Data shown:
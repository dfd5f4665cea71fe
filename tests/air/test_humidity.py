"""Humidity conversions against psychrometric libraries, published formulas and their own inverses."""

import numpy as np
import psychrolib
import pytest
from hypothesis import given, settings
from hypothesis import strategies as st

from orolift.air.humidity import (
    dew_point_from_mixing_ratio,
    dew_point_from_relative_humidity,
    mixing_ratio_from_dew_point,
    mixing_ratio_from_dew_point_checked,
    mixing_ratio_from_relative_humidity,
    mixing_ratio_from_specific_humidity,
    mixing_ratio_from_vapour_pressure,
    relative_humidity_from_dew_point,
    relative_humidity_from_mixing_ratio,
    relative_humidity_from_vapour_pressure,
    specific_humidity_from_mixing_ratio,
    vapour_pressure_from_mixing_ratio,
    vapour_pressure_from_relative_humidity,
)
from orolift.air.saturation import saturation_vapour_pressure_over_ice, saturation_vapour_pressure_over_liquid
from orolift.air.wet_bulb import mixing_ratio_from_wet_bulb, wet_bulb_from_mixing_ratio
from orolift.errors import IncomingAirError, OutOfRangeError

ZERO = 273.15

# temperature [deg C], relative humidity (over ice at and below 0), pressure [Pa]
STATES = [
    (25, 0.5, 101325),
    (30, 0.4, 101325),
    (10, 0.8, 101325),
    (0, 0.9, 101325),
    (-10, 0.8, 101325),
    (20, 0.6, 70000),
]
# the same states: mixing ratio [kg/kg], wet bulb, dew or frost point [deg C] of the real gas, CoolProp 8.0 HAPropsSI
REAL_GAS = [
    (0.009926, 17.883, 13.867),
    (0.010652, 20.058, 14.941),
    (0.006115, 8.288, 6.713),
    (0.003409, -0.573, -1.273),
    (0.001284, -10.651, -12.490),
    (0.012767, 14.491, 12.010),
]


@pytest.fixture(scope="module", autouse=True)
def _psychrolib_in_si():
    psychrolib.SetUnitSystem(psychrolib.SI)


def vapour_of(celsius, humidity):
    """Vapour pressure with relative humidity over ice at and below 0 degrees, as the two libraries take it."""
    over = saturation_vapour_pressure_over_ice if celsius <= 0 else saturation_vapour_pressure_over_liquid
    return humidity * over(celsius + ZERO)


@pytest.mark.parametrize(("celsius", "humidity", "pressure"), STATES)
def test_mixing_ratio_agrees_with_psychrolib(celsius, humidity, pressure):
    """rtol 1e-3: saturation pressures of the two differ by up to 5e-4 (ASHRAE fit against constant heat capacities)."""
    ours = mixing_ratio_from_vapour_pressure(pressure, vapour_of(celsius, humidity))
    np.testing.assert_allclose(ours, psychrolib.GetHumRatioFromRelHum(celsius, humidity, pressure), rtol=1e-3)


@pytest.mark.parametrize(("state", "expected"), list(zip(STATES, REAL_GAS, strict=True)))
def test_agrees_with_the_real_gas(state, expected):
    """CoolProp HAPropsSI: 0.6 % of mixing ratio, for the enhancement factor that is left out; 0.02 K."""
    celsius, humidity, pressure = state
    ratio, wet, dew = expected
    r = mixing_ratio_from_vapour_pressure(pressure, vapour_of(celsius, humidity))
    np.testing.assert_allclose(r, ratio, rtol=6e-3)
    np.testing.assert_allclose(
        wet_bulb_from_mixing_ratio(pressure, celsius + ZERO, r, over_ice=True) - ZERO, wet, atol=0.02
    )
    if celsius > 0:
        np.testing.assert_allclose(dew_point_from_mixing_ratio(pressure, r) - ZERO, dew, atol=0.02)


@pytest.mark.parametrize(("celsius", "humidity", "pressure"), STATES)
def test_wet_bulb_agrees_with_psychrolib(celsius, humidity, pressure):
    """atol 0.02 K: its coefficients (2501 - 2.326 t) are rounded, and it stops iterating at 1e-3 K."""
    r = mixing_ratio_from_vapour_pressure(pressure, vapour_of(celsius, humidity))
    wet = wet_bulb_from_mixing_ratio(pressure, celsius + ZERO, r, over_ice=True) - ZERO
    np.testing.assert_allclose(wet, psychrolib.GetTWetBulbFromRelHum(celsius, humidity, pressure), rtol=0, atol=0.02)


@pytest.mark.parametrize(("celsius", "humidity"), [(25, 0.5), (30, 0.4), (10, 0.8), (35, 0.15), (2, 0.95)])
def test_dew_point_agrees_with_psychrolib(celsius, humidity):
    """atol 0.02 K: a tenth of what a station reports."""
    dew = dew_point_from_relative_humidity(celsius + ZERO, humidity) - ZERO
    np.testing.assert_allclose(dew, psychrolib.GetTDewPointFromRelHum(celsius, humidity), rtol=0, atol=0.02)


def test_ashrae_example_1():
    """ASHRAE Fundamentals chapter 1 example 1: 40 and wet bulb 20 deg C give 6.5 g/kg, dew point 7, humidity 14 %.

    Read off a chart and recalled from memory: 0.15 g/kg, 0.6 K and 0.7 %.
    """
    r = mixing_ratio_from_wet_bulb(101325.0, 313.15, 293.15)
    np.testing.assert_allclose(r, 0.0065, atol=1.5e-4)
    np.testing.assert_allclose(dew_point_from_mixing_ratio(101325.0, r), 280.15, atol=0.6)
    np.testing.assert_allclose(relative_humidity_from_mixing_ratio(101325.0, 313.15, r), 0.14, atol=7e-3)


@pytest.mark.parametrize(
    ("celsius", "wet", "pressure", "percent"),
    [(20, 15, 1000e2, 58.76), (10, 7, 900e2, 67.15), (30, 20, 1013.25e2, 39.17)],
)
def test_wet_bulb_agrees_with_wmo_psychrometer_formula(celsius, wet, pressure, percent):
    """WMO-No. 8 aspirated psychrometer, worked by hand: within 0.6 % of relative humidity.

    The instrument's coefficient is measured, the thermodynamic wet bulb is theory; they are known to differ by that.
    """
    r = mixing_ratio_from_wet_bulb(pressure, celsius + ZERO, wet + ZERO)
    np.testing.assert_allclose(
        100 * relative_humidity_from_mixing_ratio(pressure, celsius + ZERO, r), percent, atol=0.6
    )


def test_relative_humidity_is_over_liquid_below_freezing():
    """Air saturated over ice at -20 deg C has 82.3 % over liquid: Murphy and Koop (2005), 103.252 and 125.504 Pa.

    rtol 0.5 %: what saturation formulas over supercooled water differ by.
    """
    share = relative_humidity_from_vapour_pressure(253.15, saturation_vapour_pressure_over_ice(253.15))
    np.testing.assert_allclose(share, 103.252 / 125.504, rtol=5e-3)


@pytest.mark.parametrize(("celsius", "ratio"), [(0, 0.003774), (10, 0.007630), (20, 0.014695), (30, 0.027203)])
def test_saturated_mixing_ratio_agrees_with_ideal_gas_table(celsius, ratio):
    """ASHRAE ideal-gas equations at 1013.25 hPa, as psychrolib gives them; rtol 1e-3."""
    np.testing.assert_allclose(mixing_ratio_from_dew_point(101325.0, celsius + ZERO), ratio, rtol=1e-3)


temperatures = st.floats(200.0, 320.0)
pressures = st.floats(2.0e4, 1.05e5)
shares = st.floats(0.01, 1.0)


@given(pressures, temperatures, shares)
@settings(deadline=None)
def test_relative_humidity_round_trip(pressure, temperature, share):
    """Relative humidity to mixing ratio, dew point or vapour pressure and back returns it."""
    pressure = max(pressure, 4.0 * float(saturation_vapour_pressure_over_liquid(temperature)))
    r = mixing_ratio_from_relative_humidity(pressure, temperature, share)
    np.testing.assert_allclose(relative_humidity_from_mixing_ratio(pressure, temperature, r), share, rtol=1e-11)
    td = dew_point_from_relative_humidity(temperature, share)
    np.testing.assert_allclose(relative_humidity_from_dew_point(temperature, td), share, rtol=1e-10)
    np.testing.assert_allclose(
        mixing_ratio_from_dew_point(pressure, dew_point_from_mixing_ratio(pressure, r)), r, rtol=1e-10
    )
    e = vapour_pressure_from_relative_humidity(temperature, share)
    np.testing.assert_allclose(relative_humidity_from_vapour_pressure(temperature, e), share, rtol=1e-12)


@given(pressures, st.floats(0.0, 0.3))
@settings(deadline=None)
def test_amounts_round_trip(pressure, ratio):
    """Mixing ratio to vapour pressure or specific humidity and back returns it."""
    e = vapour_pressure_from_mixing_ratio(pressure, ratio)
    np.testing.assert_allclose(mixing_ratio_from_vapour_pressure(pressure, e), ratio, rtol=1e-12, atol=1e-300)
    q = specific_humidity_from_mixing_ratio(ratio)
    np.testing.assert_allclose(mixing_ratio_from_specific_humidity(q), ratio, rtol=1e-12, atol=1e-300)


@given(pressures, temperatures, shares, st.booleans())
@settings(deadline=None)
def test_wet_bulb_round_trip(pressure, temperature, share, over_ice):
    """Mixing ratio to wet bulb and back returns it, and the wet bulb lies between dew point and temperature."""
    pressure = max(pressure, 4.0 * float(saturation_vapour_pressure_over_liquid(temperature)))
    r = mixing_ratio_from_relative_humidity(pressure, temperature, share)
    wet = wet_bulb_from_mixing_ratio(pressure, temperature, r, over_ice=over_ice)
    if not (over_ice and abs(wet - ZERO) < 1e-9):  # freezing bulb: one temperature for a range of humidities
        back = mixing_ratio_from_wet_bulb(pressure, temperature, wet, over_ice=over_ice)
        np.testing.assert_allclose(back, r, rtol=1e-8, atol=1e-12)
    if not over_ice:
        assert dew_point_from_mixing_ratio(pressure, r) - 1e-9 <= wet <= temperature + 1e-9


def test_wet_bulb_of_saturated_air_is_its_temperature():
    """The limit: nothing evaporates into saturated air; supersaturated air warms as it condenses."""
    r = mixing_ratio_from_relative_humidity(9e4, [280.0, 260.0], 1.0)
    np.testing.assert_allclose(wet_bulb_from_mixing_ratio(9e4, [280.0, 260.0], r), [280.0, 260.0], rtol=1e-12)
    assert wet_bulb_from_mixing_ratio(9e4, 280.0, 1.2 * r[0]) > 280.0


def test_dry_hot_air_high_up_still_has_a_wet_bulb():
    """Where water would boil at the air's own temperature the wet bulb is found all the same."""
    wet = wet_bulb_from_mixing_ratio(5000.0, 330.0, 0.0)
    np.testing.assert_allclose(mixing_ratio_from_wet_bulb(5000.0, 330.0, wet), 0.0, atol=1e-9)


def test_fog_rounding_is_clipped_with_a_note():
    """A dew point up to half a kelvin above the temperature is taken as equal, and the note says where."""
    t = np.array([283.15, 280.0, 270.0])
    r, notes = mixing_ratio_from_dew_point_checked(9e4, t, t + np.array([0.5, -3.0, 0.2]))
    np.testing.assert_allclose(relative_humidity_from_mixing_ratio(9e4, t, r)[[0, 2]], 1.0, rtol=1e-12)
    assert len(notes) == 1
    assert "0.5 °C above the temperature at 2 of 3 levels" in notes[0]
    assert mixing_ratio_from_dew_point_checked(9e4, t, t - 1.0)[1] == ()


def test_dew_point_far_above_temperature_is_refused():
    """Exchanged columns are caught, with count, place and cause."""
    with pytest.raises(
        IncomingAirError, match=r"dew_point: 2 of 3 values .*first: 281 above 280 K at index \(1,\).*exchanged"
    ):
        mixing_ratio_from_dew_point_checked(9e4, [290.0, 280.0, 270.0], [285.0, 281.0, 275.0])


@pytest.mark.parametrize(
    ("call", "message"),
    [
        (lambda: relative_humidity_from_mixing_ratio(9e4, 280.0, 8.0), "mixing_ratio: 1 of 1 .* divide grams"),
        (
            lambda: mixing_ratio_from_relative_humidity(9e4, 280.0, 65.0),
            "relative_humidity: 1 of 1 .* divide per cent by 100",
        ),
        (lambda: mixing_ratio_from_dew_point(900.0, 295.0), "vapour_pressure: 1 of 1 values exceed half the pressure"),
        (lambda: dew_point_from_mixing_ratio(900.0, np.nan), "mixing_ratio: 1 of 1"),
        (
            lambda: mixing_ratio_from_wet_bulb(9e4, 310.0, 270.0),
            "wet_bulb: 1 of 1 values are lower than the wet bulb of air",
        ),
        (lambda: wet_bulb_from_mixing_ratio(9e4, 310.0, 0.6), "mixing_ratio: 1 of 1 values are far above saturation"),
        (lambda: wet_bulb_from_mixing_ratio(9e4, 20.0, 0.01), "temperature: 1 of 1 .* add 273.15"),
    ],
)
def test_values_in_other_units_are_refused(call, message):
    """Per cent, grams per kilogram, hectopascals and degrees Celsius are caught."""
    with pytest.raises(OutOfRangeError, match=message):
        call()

Work item: Return the lines exactly as they stand, please. Start at the top of the material and finish with the line where "import pytest" appears.

Answer below:
repository dfd5f4665cea71fe
filename tests/air/test_humidity.py
"""Humidity conversions against psychrometric libraries, published formulas and their own inverses."""

import numpy as np
import psychrolib
import pytest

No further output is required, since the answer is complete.